Drohende Gefängnisstrafe: Asylbewerber soll zurück in die Türkei
Aktualisiert

Drohende GefängnisstrafeAsylbewerber soll zurück in die Türkei

Der Bund hat den Asylantrag des Kurden Hasan Yücel (58) abgewiesen – obwohl ihm im Heimatland erneut Gefängnis droht. Mit seiner Kirchgemeinde kämpft er nun gegen den Entscheid.

von
Deborah Sutter
Hasan Yücel war in der Türkei politisch aktiv – gegen den Willen der dortigen Regierung.

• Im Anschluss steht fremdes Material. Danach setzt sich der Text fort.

// SPDX-License-Identifier: GPL-3.0-or-later
#include "db/xlsx.h"

#include <xlsxwriter.h>

#include <QTemporaryDir>

#include "base/folders.h"
#include "db/certificate.h"
#include "words.h"

using namespace soak;

namespace {

/// Makes a workbook with `fill` and gives its bytes.
template <class Fill>
QByteArray workbook(Fill fill) {
    const QTemporaryDir folder;
    const QByteArray path = folder.filePath("made.xlsx").toUtf8();
    lxw_workbook* book = workbook_new(path.constData());
    fill(book);
    REQUIRE(workbook_close(book) == LXW_NO_ERROR);
    return must(readFile(path));
}

lxw_format* format(lxw_workbook* book, const char* code) {
    lxw_format* made = workbook_add_format(book);
    format_set_num_format(made, code);
    return made;
}

/// A mill's sheet behind a cover: text cells with marks, number cells whose format says how many digits were printed.
QByteArray certificate() {
    return workbook([](lxw_workbook* book) {
        worksheet_write_string(workbook_add_worksheet(book, "Cover"), 2, 1, "See the next sheet", nullptr);
        lxw_worksheet* sheet = workbook_add_worksheet(book, "Analysen");
        lxw_format *three = format(book, "0.000"), *six_digits = format(book, "000000");
        worksheet_write_string(sheet, 0, 0, "Lieferant / Supplier: Werk X (invented)", nullptr);
        const char* header[] = {"Schmelze", "Werkstoff", "C", "Cr", "Ni", "N ppm", "Ti"};
        for (lxw_col_t i = 0; i < 7; ++i) worksheet_write_string(sheet, 3, i, header[i], nullptr);
        worksheet_write_number(sheet, 4, 0, 4731, six_digits);
        worksheet_write_string(sheet, 4, 1, "1.4307", nullptr);
        worksheet_write_number(sheet, 4, 2, 0.02, three);
        worksheet_write_number(sheet, 4, 3, 18.1, nullptr);
        worksheet_write_string(sheet, 4, 4, "8,05", nullptr);
        worksheet_write_number(sheet, 4, 5, 640, nullptr);
        worksheet_write_string(sheet, 4, 6, "<0,005", nullptr);
        worksheet_write_string(sheet, 6, 0, "52E104", nullptr);
        worksheet_write_string(sheet, 6, 1, "1.4301", nullptr);
        worksheet_write_number(sheet, 6, 2, 0.1 + 0.2, nullptr);
        worksheet_write_formula_num(sheet, 6, 3, "=9*2", nullptr, 18);
        worksheet_write_number(sheet, 6, 4, 8.25, format(book, "0.0"));
    });
}

}  // namespace

TEST_CASE("a workbook's cells come as a person sees them", "[xlsx]") {
    const std::vector<XlsxSheet> sheets = must(readXlsx(certificate(), "c.xlsx"));
    REQUIRE(sheets.size() == 2);
    CHECK(sheets[0].name == "Cover");
    const std::vector<CsvRow>& rows = sheets[1].rows;
    REQUIRE(rows.size() == 4);
    CHECK(rows[2].line == 5);
    CHECK(rows[2].cells == QStringList{"004731", "1.4307", "0.020", "18.1", "8,05", "640", "<0,005"});
    CHECK(rows[3].line == 7);
    // Noise of binary sums is gone, a format that hides digits does not round them away.
    CHECK(rows[3].cells == QStringList{"52E104", "1.4301", "0.3", "18", "8.25"});
}

TEST_CASE("a certificate is read from the sheet that holds one", "[xlsx]") {
    const Certificate read = must(readCertificateText(certificate(), "c.xlsx"));
    CHECK(read.file == "c.xlsx sheet Analysen");
    CHECK(read.supplier == "Werk X (invented)");
    REQUIRE(read.heats().size() == 2);
    const Heat heat = read.heats()[0];
    CHECK(heat.number == "004731");
    CHECK(heat.analysis.at("C").digit_wt == 0.001);
    CHECK(heat.analysis.at("C").raw == "0.020");
    CHECK(heat.analysis.at("N").wt == 0.064);
    CHECK(heat.analysis.at("Ni").wt == 8.05);
    CHECK(heat.analysis.at("Ti").less_than);
}

TEST_CASE("a workbook that is damaged, cut or none is refused in words", "[xlsx]") {
    const QByteArray whole = certificate();
    CHECK_THAT(refusal(readXlsx(whole.left(whole.size() / 2), "cut.xlsx")), Catch::Contains("cut short"));
    CHECK_THAT(refusal(readCertificateText("%PDF-1.4", "c.pdf")), Catch::Contains("a PDF"));
    CHECK_THAT(refusal(readCertificateText("\xD0\xCF\x11\xE0", "c.xls")), Catch::Contains("save it as .xlsx or CSV"));
    // Every byte wrong once in a while: an answer each time.
    for (qsizetype at = 0; at < whole.size(); at += 41) {
        QByteArray bad = whole;
        bad[at] = char(bad[at] ^ 0x5A);
        const auto read = readCertificateText(bad, "bad.xlsx");
        if (!read) CHECK_FALSE(read.error().message.empty());
    }
}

Hasan Yücel war in der Türkei politisch aktiv – gegen den Willen der dortigen Regierung.

In seiner Heimat, der Türkei, wurde Hasan Yücel aus politischen Gründen verfolgt: Der 58-jährige Kurde hat eine politische Organisation gegründet, die illegal ist. 13 Jahre lang sass er dafür im Gefängnis: «Ich habe aus dieser Zeit Narben am ganzen Körper, von denen auf meiner Seele ganz zu schweigen – ich bin am Ende», sagt Yücel. Seit vier Jahren ist er in der Schweiz und kämpft für die Annahme seines Asylantrags. «In Bern hat man den Antrag abgelehnt, weil man ihm nicht glaubte», sagt Yücels Anwalt Peter Frei. Dem Bundesamt für Migration hätten Beweise gefehlt, dass hinter dem erlittenen Leid der türkische Staat stecke: «Die Beziehungen zu den linken Kurden in der Schweiz und die lange Zeit im Gefängnis wegen seines politischen Engagements sind aber eindeutige Beweise», so Frei. Eine Beschwerde am Bundesverwaltungsgericht ist hängig.

Im Kampf mit den Behörden wird der kurdische Christ auch von seiner Zürcher Freikirche Vineyard unterstützt: «Seine Geschichte hat mein Herz berührt, weil er einfach nicht zu seinem Recht kommt», sagt Kurt Beutler, mitverantwortlich für die Ausländerarbeit. Wenn Yücel zurück müsse, drohe ihm Gefängnis – oder Schlimmeres: Seine Tochter sei etwa entführt und missbraucht worden. Beutler fordert: «Wenn Bern schon nicht politisches Asyl bewilligt, dann wenigstens die Auf­nahme aus humanitären Gründen.»